We know that, in a competitive environment, companies must innovate to survive; however, it is not uncommon to see the operational conflicts that arise with the introduction of new products (INP), including increased complexity in the supply chain, production incompatibilities and diversion of team attention. As a result, impacts of varying proportions can be expected in various functions of the supply chain, including demand management, purchasing, production, inventory management, logistics, infrastructure and maintenance, in addition to quality control. But how can a company be innovative and efficient at the same time? This is the subject of this article, in which we will present the case of MeatCo (fictitious name), a highly innovative food manufacturer.
With a competitive strategy focused on innovation, with frequent launches of new products, MeatCo was able to substantially grow its sales, at the cost of decreasing its profitability.

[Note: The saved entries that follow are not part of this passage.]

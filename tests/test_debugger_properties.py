"""Property: debugger commands leave the machine exactly as the same panel
actions applied through the emulator API do (spec §3 semantics), on ref8
and acc12.

The model below restates each command in engine calls: what the panel
would do, plus the debugger's rules: a clock released from a hold point
runs until something stops it; a stop of the debugger's own throws the
switch to STOP there; STEP pulses stop right after one that drives halt.
"""

from __future__ import annotations

import pytest
from hypothesis import given, settings
from hypothesis import strategies as st

from emu import Emulator

from debugger_programs import ACC12, GAUGE, KILN, REF8, session_for

LIMIT = 400


def _settle(e):
    e.run(max_cycles=2 * len(e.machine.phases) + 2)


def _let_run(e, limit=LIMIT, until=None):
    e.run(max_cycles=limit, until=until)
    if not e.frozen and not e.halt_latch:
        e.set_switch_run(False)
    if not e.frozen:
        _settle(e)


def _pulses(e, n=None, instructions=None):
    """STEP pulses: n of them, or until ``instructions`` have ended; a halt stops them."""
    given = done = 0
    while (n is None or given < n) and given < LIMIT:
        halting = e.current_step.drives_halt
        e.press_step()
        given += 1
        if halting:
            return
        if e.at_instruction_boundary and n is None:
            done += 1
            if done == instructions:
                return


def _after_release(e, was_frozen):
    if was_frozen and not e.frozen:
        e.advance_phase()
        _let_run(e)


def _counting(n):
    left = [n]

    def until(_e):
        left[0] -= 1
        return left[0] <= 0
    return until


def apply(e: Emulator, command: str) -> None:
    name, *args = command.split()
    if name == "pulse" and e.frozen:
        _pulses(e, n=int(args[0]))
    elif name == "throw" and args == ["stop"] and e.switch_run:
        e.set_switch_run(False)
        if not e.frozen:
            _settle(e)
    elif name == "throw" and args == ["run"] and not e.switch_run:
        was_frozen = e.frozen
        e.set_switch_run(True)
        if not e.frozen:
            if was_frozen:
                _after_release(e, True)
            else:
                _let_run(e)
    elif name in ("resume", "reset"):
        was_frozen = e.frozen
        e.press_resume() if name == "resume" else e.press_reset()
        _after_release(e, was_frozen)
    elif name == "toggles":
        e.switches = int(args[0])
    elif name == "put":
        e.set(args[0], int(args[1]))
    elif name == "go" and not (e.frozen and e.halt_latch):
        if e.frozen:
            e.set_switch_run(True)
            e.advance_phase()
        elif not e.switch_run:
            e.set_switch_run(True)
        _let_run(e, int(args[0]))
    elif name == "instr":
        if e.frozen:
            _pulses(e, instructions=int(args[0]))
        else:
            _let_run(e, until=_counting(int(args[0])))


def commands(register: str):
    return st.lists(st.one_of(
        st.integers(1, 3).map(lambda n: f"pulse {n}"),
        st.sampled_from(["throw run", "throw stop", "resume", "reset"]),
        st.integers(0, 255).map(lambda v: f"toggles {v}"),
        st.integers(1, 3).map(lambda n: f"instr {n}"),
        st.integers(1, 120).map(lambda n: f"go {n}"),
        st.integers(0, 255).map(lambda v: f"put {register} {v}"),
    ), max_size=14)


CASES = {"ref8": (REF8, KILN, "r0"), "acc12": (ACC12, GAUGE, "acc")}


@pytest.mark.parametrize("name", CASES)
@settings(max_examples=60, deadline=None)
@given(data=st.data())
def test_debugger_commands_match_the_panel_actions(tmp_path_factory, name, data):
    machine, text, register = CASES[name]
    folder = tmp_path_factory.mktemp(name)
    session = session_for(folder, text, machine, str(folder / "prog.asm"), max_cycles=LIMIT)
    model = Emulator(machine)
    model.load(session.view.loaded.segments)
    model.set_switch_run(False)
    _settle(model)
    for command in data.draw(commands(register)):
        reply = session.execute(command)
        assert "Traceback" not in reply
        apply(model, command)
        assert session.emu.snapshot_state() == model.snapshot_state(), command
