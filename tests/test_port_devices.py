"""Each port device does what its row of the one device table promises."""

from __future__ import annotations

import dataclasses
import json

import pytest

from cli_support import cli
from emu import load_machine
from emu.description import INPUT_DEVICES, OUTPUT_DEVICES, PORT_DEVICES
from emu.engine import Ports

REF8 = load_machine("ref8")        # in 0 switches, 1 input, 2 input_ready; out 0 console, 1 lamps
ACC12 = load_machine("tests/machines/acc12.toml")


def four_bit_bus() -> Ports:
    """ref8's wiring on a 4-bit data bus, to see what a device does with a wider value."""
    return Ports(dataclasses.replace(REF8, data_bits=4))


def test_input_reads_the_stream_then_0_and_counts_each_read_past_the_end():
    bus = Ports(REF8)
    bus.input_bytes = b"AB"
    assert [bus.read(1) for _ in range(4)] == [0x41, 0x42, 0, 0]
    assert bus.reads_past_end == 2
    assert bus.warnings() == ["2 reads past the end of the input stream (2 bytes), answered with 0"]


def test_input_ready_reads_1_while_input_is_left_then_0_and_counts_nothing():
    bus = Ports(REF8)
    bus.input_bytes = b"x"
    assert bus.read(2) == 1
    bus.read(1)
    assert [bus.read(2), bus.read(2)] == [0, 0]
    assert bus.reads_past_end == 0 and bus.warnings() == []


def test_switches_read_the_toggles():
    bus = Ports(REF8)
    bus.switches = 0x2A
    assert bus.read(0) == 0x2A


def test_console_and_lamps_take_what_is_written():
    bus = Ports(REF8)
    for value in b"hi":
        bus.write(0, value)
    bus.write(1, 0x81)
    assert bytes(bus.output) == b"hi" and bus.lamps == 0x81


def test_values_wider_than_a_device_keeps_are_masked():
    """Lamps, switches and input keep data_bits bits; the console keeps a byte."""
    bus = four_bit_bus()
    bus.write(1, 0x5A)
    assert bus.lamps == 0xA
    bus.switches = 0x37
    assert bus.read(0) == 0x7
    bus.input_bytes = b"\x9c"
    assert bus.read(1) == 0xC
    wide = Ports(ACC12)
    wide.write(0, 0x341)
    assert bytes(wide.output) == b"A"


def test_a_port_without_a_device_reads_0_and_is_counted():
    bus = Ports(REF8)
    assert bus.read(9) == 0
    bus.write(7, 1)
    assert bus.warnings() == ["1 read from port 9, which has no device", "1 write to port 7, which has no device"]


def test_the_loader_takes_its_device_names_from_the_table():
    assert set(INPUT_DEVICES) | set(OUTPUT_DEVICES) == set(PORT_DEVICES)
    assert INPUT_DEVICES == ("switches", "input", "input_ready")
    for name, device in PORT_DEVICES.items():
        assert (device.read is not None) == (device.direction == "in"), name
        assert (device.write is not None) == (device.direction == "out"), name


@pytest.mark.parametrize("shown", [
    "  in    1  input        reads the next byte of the input stream; past the end of input it "
             "reads 0 and counts the read (the run reports it); wider: a byte keeps the low 8 bits",
    "  out   1  lamps        sets the panel lamps; wider: keeps the low 8 bits",
])
def test_isa_lists_the_ports_with_their_devices(capsys, shown):
    code, out, _err = cli(capsys, "isa", "--brief")
    assert code == 0
    assert shown in out.splitlines()


def test_isa_json_lists_the_ports(capsys):
    code, out, _err = cli(capsys, "isa", "--json")
    ports = json.loads(out)["ports"]
    assert {"direction": "in", "port": 2, "device": "input_ready"} in ports and len(ports) == 5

The company even launched, in a period of just two years, more than 300 new products and, even with the discontinuity of some articles, it increased its product offer from 223 to 302 items. Therefore, it is a reasonable hypothesis to assume that the increase in complexity associated with innovation is at least part of the explanation for the reduction in profitability from the company.
Interviews with company employees identified differences in perception of the impact of innovation between different departments, which could undermine efforts to develop a coherent innovation strategy. For example, the Commercial area was under pressure to support multiple product variants to meet the demand of increasingly specific customer segments. A operations team, on the other hand, found itself struggling to efficiently deliver an increasingly diverse and complex product range.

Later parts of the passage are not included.